Above you see a little poêlée de légumes, a simple pan sauté of vegetables that was made transcendent by the addition of foie gras fat. I sliced a couple of small turnips and browned them in the fat, sprinkled with some porcini salt. Blanched and shocked some green beans, tossed in some slivered red cabbage, and let it all dance together in the skillet for a few minutes. It was a fridge-cleaning dish, to be sure, but the foie gras fat made it unearthly delicious.
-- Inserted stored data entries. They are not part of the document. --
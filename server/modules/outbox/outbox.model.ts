import {
  DataTypes,
  Model,
  type CreationOptional,
  type InferAttributes,
  type InferCreationAttributes,
  type Sequelize,
} from 'sequelize'
import type { OutboxState } from '../../../shared/schemas/outbox.js'
import { optionalUuid, requiredText, requiredUuid, uuidKey } from '../../db/columns.js'

/** One outgoing e-mail, kept from the change that caused it until the mail server has taken it (and after). */
export function defineOutboxModel(sequelize: Sequelize) {
  class OutboxModel extends Model<InferAttributes<OutboxModel>, InferCreationAttributes<OutboxModel>> {
    declare id: CreationOptional<string>
    declare venueId: string
    declare recipients: string[]
    declare subject: string
    declare bodyText: string
    declare state: CreationOptional<OutboxState>
    declare attempts: CreationOptional<number>
    declare nextAttemptAt: Date
    declare lastError: CreationOptional<string | null>
    declare causeKind: string | null
    declare causeId: string | null
    declare queuedBy: string | null
    declare sentAt: CreationOptional<Date | null>
    declare createdAt: Date
    declare updatedAt: Date
  }
  OutboxModel.init(
    {
      ...uuidKey(),
      venueId: requiredUuid(),
      recipients: { type: DataTypes.ARRAY(DataTypes.TEXT), allowNull: false },
      subject: requiredText(),
      bodyText: requiredText(),
      state: { type: DataTypes.TEXT, allowNull: false, defaultValue: 'waiting' },
      attempts: { type: DataTypes.INTEGER, allowNull: false, defaultValue: 0 },
      nextAttemptAt: { type: DataTypes.DATE, allowNull: false },
      lastError: { type: DataTypes.TEXT, allowNull: true },
      causeKind: { type: DataTypes.TEXT, allowNull: true },
      causeId: optionalUuid(),
      queuedBy: optionalUuid(),
      sentAt: { type: DataTypes.DATE, allowNull: true },
      // Set from the app's clock, not Sequelize's, so tests that move time see messages where they expect.
      createdAt: { type: DataTypes.DATE, allowNull: false },
      updatedAt: { type: DataTypes.DATE, allowNull: false },
    },
    { sequelize, tableName: 'mail_outbox', timestamps: false },
  )
  return OutboxModel
}
export type OutboxModel = InstanceType<ReturnType<typeof defineOutboxModel>>
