import { Router } from 'express'
import { idParamsSchema } from '../../../shared/schemas/id.js'
import { OUTBOX_READERS, outboxQuerySchema, type OutboxQuery } from '../../../shared/schemas/outbox.js'
import { memberContext, type AppContext } from '../../context.js'
import { requireRole } from '../../http/auth.js'
import { validate } from '../../http/validate.js'
import { getOutboxMessage, listOutbox } from './outbox-read.service.js'

/** `/outbox`: administrators read the venue's outgoing mail and where each message stands. */
export function outboxRoutes(app: AppContext) {
  const router = Router()
  router.get('/', requireRole(OUTBOX_READERS), validate({ query: outboxQuerySchema }), async (req, res) => {
    res.json(await listOutbox(memberContext(app, req), req.query as unknown as OutboxQuery))
  })
  router.get('/:id', requireRole(OUTBOX_READERS), validate({ params: idParamsSchema }), async (req, res) => {
    res.json(await getOutboxMessage(memberContext(app, req), req.params.id as string))
  })
  return router
}
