import { deliverDue, type DeliveryParts, type DeliveryReport } from './outbox-delivery.js'

/**
 * Delivers the outbox from one app process: right after a change commits (`deliverSoon`) and by a sweep
 * every `sweepIntervalMs`, which picks up what failed before, what another process left, and what was
 * queued while the mail server was down. Every process runs one; claims keep them from sending a message twice.
 */
export interface OutboxCourier {
  /** Starts delivering `ids` now, without waiting; called after the transaction that queued them commits. */
  deliverSoon(ids: readonly string[]): void
  /** One look at the outbox: sends one batch of what is due. */
  sweep(): Promise<DeliveryReport>
  /** Starts the sweep timer (once the database is migrated). */
  start(): void
  /** Resolves once every delivery this process has started has finished. */
  idle(): Promise<void>
  /** Stops the sweep and waits for deliveries under way; what is left waits for the next process. */
  close(): Promise<void>
}

const logProblem = (error: unknown) =>
  console.error('loftledger: outbox:', error instanceof Error ? (error.stack ?? error.message) : error)

export function createOutboxCourier(parts: DeliveryParts, log = logProblem): OutboxCourier {
  const underway = new Set<Promise<unknown>>()
  let timer: NodeJS.Timeout | null = null
  let sweeping = false
  let closed = false

  function track<T>(work: Promise<T>): Promise<T> {
    underway.add(work)
    const done = () => underway.delete(work)
    work.then(done, done)
    return work
  }

  const courier: OutboxCourier = {
    deliverSoon(ids) {
      if (closed || ids.length === 0) return
      track(deliverDue(parts, ids)).catch(log)
    },
    sweep: () => track(deliverDue(parts)),
    start() {
      if (timer || closed) return
      timer = setInterval(() => {
        // One sweep at a time in a process; a slow one is not stacked on.
        if (sweeping) return
        sweeping = true
        courier
          .sweep()
          .catch(log)
          .finally(() => (sweeping = false))
      }, parts.policy.sweepIntervalMs)
      timer.unref()
    },
    async idle() {
      while (underway.size > 0) await Promise.allSettled([...underway])
    },
    async close() {
      closed = true
      if (timer) clearInterval(timer)
      timer = null
      await courier.idle()
    },
  }
  return courier
}
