import type { Metadata } from 'next';
import { Suspense } from 'react';
import { SetPasswordForm } from './set-password-form';

export const metadata: Metadata = { title: 'Choose a password' };

export default function SetPasswordPage() {
  return (
    <div className="mx-auto max-w-sm space-y-4">
      <h1 className="text-2xl font-extrabold">Choose a password</h1>
      <Suspense>
        <SetPasswordForm />
      </Suspense>
    </div>
  );
}
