'use client';

import Link from 'next/link';
import { useSearchParams } from 'next/navigation';
import { useState } from 'react';
import { useForm } from 'react-hook-form';
import { zodResolver } from '@hookform/resolvers/zod';
import { setPasswordSchema, type SetPasswordInput } from '@/lib/validation/users';
import { callApi } from '@/lib/api/client';
import { NewPasswordFields } from '@/components/ui/new-password-fields';
import { NoticeBox } from '@/components/ui/notice-box';

export function SetPasswordForm() {
  const token = useSearchParams().get('token') ?? '';
  const [done, setDone] = useState<string | null>(null);
  const [problem, setProblem] = useState<string | null>(null);
  const { register, handleSubmit, formState } = useForm<SetPasswordInput>({
    resolver: zodResolver(setPasswordSchema),
    defaultValues: { token },
  });

  async function onSubmit(values: SetPasswordInput) {
    setProblem(null);
    const r = await callApi<{ email: string }>('/api/password', { body: values });
    if (r.ok) setDone(r.data.email);
    else setProblem(r.error);
  }

  if (done)
    return (
      <NoticeBox title="Password saved">
        You can now <Link href="/sign-in">sign in</Link> as {done}.
      </NoticeBox>
    );
  if (!token) return <NoticeBox tone="error">This page needs the link from your e-mail.</NoticeBox>;

  return (
    <form onSubmit={handleSubmit(onSubmit)} className="card space-y-4" noValidate>
      {problem && <NoticeBox tone="error">{problem}</NoticeBox>}
      <input type="hidden" {...register('token')} />
      <NewPasswordFields password={register('password')} confirm={register('confirm')} errors={formState.errors} />
      <button type="submit" className="btn-primary w-full" disabled={formState.isSubmitting}>
        Save password
      </button>
    </form>
  );
}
And then I made a foie gras sauce for the roasted chicken I served with it. Using a variation on the recipe I posted here. I sauteed a finely diced shallot in foie gras fat until it was translucent. I added a big glug, let’s say about 1/3 to 1/2 cup of dry sherry, and simmered it until it was reduced to a few tablespoons. Then I added an equal-sized glug of heavy cream and simmered that until it was reduced and thickened. And finally, I crumbled the last few ounces of my foie gras terrine into the sauce and let it melt. The roast chicken, on a bed of the vegetables, blanketed in the silky foie gras sauce, rendered us speechless. The moral to this tale: the next time you have some fresh foie gras, be sure to save any rendered fat – it proves the maxim that having a high class of leftovers makes for the best thrown-together meals you could ever hope to taste.

I’m still dreaming of that duck paté, though, and looking for the slightest excuse to make it again. Perhaps you’re coming to dinner sometime soon?